Exploring Beyond the ‘Death Line’: Discovery of an Ultra-Bright Object

Scientists have made a perplexing discovery of an incredibly luminous celestial entity that continues to emit intense light despite its demise. Situated a staggering 15,000 light-years from our planet, this enigmatic object is believed to be a fragment of a colossal star, commonly referred to as a magnetar, that has been shattered into pieces.

According to a Live Science report. it’s as small as a city and yet a stellar object can have a huge amount of mass, similar to the Sun. Its magnetic field is over a quadrillion times stronger than Earth’s.

About the star object

A rotating magnetar can rotate and produce radio waves in unknown patterns, often repeating every few seconds or minutes, as well as emit very bright jets of electromagnetic radiation. A popular theory is that a magnetar of this size does not produce high radio waves as its rotation slows down. However, Natasha Hurley-Walker, a radio astronomer at Australia’s International Center for Radio Astronomy Research (ICRAR) and lead author of the new study, says: “The object found rotates too slowly to produce radio waves – it is below the death threshold,” and has done so for more than 30 years.

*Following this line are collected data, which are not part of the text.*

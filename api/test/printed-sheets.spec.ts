import type { Garment } from '@ellwand/shared/records/garment';
import type { SheetFindings } from '@ellwand/shared/records/sheet';
import { pointsOf, type Protocol } from '@ellwand/shared/protocols/protocol';
import { protocolFor } from '@ellwand/shared/protocols/standard-protocols';
import { kindIds } from '@ellwand/shared/points/kinds';
import { v7 as uuidv7 } from 'uuid';
import { type Agent, type House, openHouse } from './harness/house';
import type { TestPerson } from './harness/people';
import {
  factsWith,
  makeDress,
  notTaken,
  openSheet,
  reading,
  type SheetShown,
  soundSheet,
} from './support/garments';
import { type PdfRead, readPdf } from './support/pdf';

describe('measuring sheets on paper', () => {
  let house: House;
  let reader: TestPerson;
  let holder: TestPerson;
  let table: Agent;
  let dress: Garment;

  beforeAll(async () => {
    house = await openHouse();
  });
  afterAll(() => house.close());
  beforeEach(async () => {
    await house.empty();
    reader = await house.person('recorder', 'Odile Marsh');
    holder = await house.person('curator', 'Ines Thorne');
    table = await house.signInAs(reader);
    dress = await makeDress(table);
  });

  const partOf = (kind: string) => dress.parts.find((part) => part.kind === kind)?.id ?? '';
  const print = async (address: string): Promise<PdfRead> => {
    const answer = await table.get(`/api/v1/workroom/${address}`).buffer(true);
    expect([answer.status, answer.headers['content-type'], answer.headers['cache-control']]).toEqual([
      200,
      'application/pdf',
      'no-store',
    ]);
    return readPdf(answer.body as Buffer);
  };
  const send = async (sheet: SheetShown, readings: object[]) => {
    const answer = await table.post(`/api/v1/workroom/sheets/${sheet.id}/readings`).send({ readings });
    const { results } = answer.body as { results: { outcome: string }[] };
    expect(results.filter(({ outcome }) => outcome !== 'kept')).toEqual([]);
  };
  const expectSound = ({ check, fonts, info, structure }: PdfRead) => {
    expect(check).toContain('No syntax or stream encoding errors found');
    expect(fonts.filter(({ embedded, unicode }) => !embedded || !unicode)).toEqual([]);
    expect(fonts.length).toBeGreaterThan(0);
    expect(info).toMatchObject({ Tagged: 'yes' });
    expect(structure).toEqual(
      expect.arrayContaining(['Document', 'H1', 'Table', 'TR', 'TH', 'TD', 'Figure']),
    );
  };

  it('hold every reading of a skirt as it was keyed, its value, and what follows', async () => {
    const sheet = await openSheet(table, partOf('skirt'), factsWith(reader, holder));
    const sent = soundSheet(sheet, reader.id);
    await send(sheet, sent);
    const printed = await print(`sheets/${sheet.id}/sheet.pdf`);
    expectSound(printed);
    expect(printed.info['Page size']).toBe('595.276 x 841.89 pts (A4)');
    for (const point of pointsOf(protocolFor('skirt'))) expect(printed.text).toContain(point.name);
    for (const one of sent) {
      if (!('typed' in one) || one.pointId === 'hem') continue;
      expect(printed.text).toContain(`${one.typed} mm`);
    }
    expect(printed.text).toContain('3 × 1500 mm + 742 mm');
    // 3 × 1500 + 742 = 5242 mm; 5242 ÷ 25.4 = 206.378 in, 206 3/8 to the nearest eighth.
    expect(printed.text).toContain('5242 mm (206 3/8 in)');
    const { derived } = (await table.get(`/api/v1/workroom/sheets/${sheet.id}/findings`))
      .body as SheetFindings;
    expect(derived.length).toBeGreaterThan(0);
    for (const value of derived) expect(printed.text).toContain(value.worked);
    for (const said of [
      'LH.1966.30.2',
      'Odile Marsh',
      'Ines Thorne',
      'Fibreglass tape 3',
      '20 November 2026',
    ])
      expect(printed.text).toContain(said);
    expect(printed.text).toContain(`/workroom/garments/${dress.id}`);
  });

  it('keep corrected readings, reasons, second rounds and both sleeves apart', async () => {
    const sheet = await openSheet(
      table,
      partOf('bodice'),
      factsWith(reader, holder, { repeatPoints: ['waist'] }),
    );
    const slip = reading('waist', '621', reader.id);
    await send(sheet, [slip]);
    await send(sheet, [
      reading('waist', '612', reader.id, { replaces: slip.id }),
      reading('waist', '24 1/4', reader.id, { round: 2, unit: 'in' }),
      reading('sleeve-outer', '588', reader.id, { worn: 'left' }),
      reading('sleeve-outer', '592', reader.id, { worn: 'right' }),
      { ...notTaken('neck', 'too-fragile', reader.id), note: 'The lace is torn at the nape' },
    ]);
    const { text } = await print(`sheets/${sheet.id}/sheet.pdf`);
    expect(text).toContain('621 mm (corrected since)');
    expect(text).toContain('reading 2: 24 1/4 in');
    expect(text).toContain('mean of 2');
    expect(text).toContain('left, as worn: 588 mm');
    expect(text).toContain('right, as worn: 592 mm');
    expect(text).toContain('not taken: too fragile to handle');
    expect(text).toContain('The lace is torn at the nape');
    expect(text).toContain('Not complete yet');
    expect(text).toContain('not read yet');
  });

  it('hold each finding with its answer, and what was said at the table', async () => {
    const sheet = await openSheet(table, partOf('bodice'), factsWith(reader, holder));
    await send(sheet, [
      ...soundSheet(sheet, reader.id).filter((one) => one.pointId !== 'waist'),
      reading('waist', '61', reader.id),
    ]);
    const sheetPath = `/api/v1/workroom/sheets/${sheet.id}`;
    const { findings } = (await table.get(`${sheetPath}/findings`)).body as SheetFindings;
    const [asked] = findings.filter(({ severity }) => severity === 'question');
    expect(asked).toBeDefined();
    await table.post(`${sheetPath}/findings/answers`).send({ key: asked?.key, reason: 'A doll’s bodice' });
    const seen = { id: uuidv7(), device: 'tablet 1', saidAt: '2026-11-20T10:00:00.000Z', about: 'described' };
    await table
      .post(`${sheetPath}/table-notes`)
      .send({ notes: [{ ...seen, thing: 'label', text: 'Woven: Żółta Łódź, Ёлка, Ωμέγα, 測' }] });
    const printed = await print(`sheets/${sheet.id}/sheet.pdf`);
    expectSound(printed);
    for (const { sentence } of findings) expect(printed.text).toContain(sentence);
    expect(printed.text).toContain('A doll’s bodice');
    // What no typeface has is written as its number: nothing is lost.
    expect(printed.text).toContain('Woven: Żółta Łódź, Ёлка, Ωμέγα, [U+6E2C]');
  });

  it('are blank for one part, with its cautions, and its garment’s square and address', async () => {
    const printed = await print(`parts/${partOf('bodice')}/blank-sheet.pdf?paper=letter`);
    expectSound(printed);
    expect(printed.info['Page size']).toBe('612 x 792 pts (letter)');
    expect(printed.text).toContain('LH.1966.30.1');
    expect(printed.text).toContain('Weighted silk: suspected, not tested');
    expect(printed.text).toContain('Splits along the folds.');
    expect(printed.text).toContain('PRIVATE-HANDLING two people lift the skirt');
    expect(printed.text).toContain(`/workroom/garments/${dress.id}`);
  });

  it.each(kindIds)('are blank for any %s, every point in handling order', async (kind) => {
    const printed = await print(`kinds/${kind}/blank-sheet.pdf`);
    expectSound(printed);
    expect(inOrder(printed.text, protocolFor(kind))).toBe(true);
    expect(printed.text).toContain('This bar is 100 mm');
    expect(printed.text).toContain('ask a qualified person');
  });

  it('say what was wanted where there is no such sheet, kind or paper', async () => {
    const answers = await Promise.all(
      [`sheets/${uuidv7()}/sheet.pdf`, `parts/${uuidv7()}/blank-sheet.pdf`, 'kinds/ruff/blank-sheet.pdf'].map(
        (address) => table.get(`/api/v1/workroom/${address}`),
      ),
    );
    expect(answers.map(({ status }) => status)).toEqual([404, 404, 400]);
    const odd = await table.get('/api/v1/workroom/kinds/skirt/blank-sheet.pdf?paper=a3');
    expect([odd.status, odd.body.code]).toEqual([400, 'request.invalid']);
  });
});

/** Whether the names of the points follow one another as they are measured: by step, then as the protocol says. */
function inOrder(text: string, protocol: Protocol): boolean {
  const steps = ['opened-inside', 'front-up', 'back-up'] as const;
  const names = steps.flatMap((step) =>
    pointsOf(protocol)
      .filter(({ handlingStep }) => handlingStep === step)
      .map(({ name }) => name),
  );
  let from = 0;
  return names.every((name) => {
    const at = text.indexOf(name, from);
    from = at + name.length;
    return at >= 0;
  });
}
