import { useRouteError } from 'react-router-dom';
import { Button, ButtonLink } from '../components/ui/button.js';
import { Page } from '../components/ui/page.js';
import { errorSentence, Waiting } from '../components/ui/states.js';
import { paths } from '../config/paths.js';

export function Astray() {
  return (
    <Page title="There is nothing at this address">
      <p className="mb-4 text-table">
        It may have been copied in part, or the thing it named is no longer here.
      </p>
      <ButtonLink tone="action" to={paths.garments()}>
        Go to the garments
      </ButtonLink>
    </Page>
  );
}

/** A fault of the program. Readings and drafts are kept on the device, so loading again loses nothing. */
export function Broken() {
  const error = useRouteError();
  return (
    <main className="mx-auto max-w-page p-6">
      <h1 className="title text-title-34">This page broke</h1>
      <p className="my-4 text-table">
        {errorSentence(error)} Readings that were kept on this device are still there.
      </p>
      <Button tone="action" onClick={() => window.location.reload()}>
        Load the page again
      </Button>
    </main>
  );
}

/** While the first page's own code is on its way. */
export function Opening() {
  return (
    <main className="mx-auto max-w-page p-6">
      <h1 className="sr-only">Ellwand Workroom</h1>
      <Waiting label="Opening the Workroom" />
    </main>
  );
}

This discovery may contradict several theories and models based on the magnetar. According to Live Science, the researchers also examined archives dating back to 1988 and compared magnetar theories with half a dozen other radio telescopes around the world. In the oldest data, they noticed the same object, which had been pulsing at roughly the same 22-minute intervals for 33 years.

According to a study published in the journal Nature, scientists say it may not be a magnetar, it may be a white dwarf (a type of stellar remnant). Although the stellar object is also 1000 times brighter than a white dwarf. As a result, no conclusion about the ultra bright object found.

What is Magnetar?

Magnetars are not powered by traditional mechanisms such as nuclear fusion or rotation, NASA reveals. They represent a new way for the star to shine. The magnetic fields of magnetars are a thousand times stronger than those of ordinary neutron stars.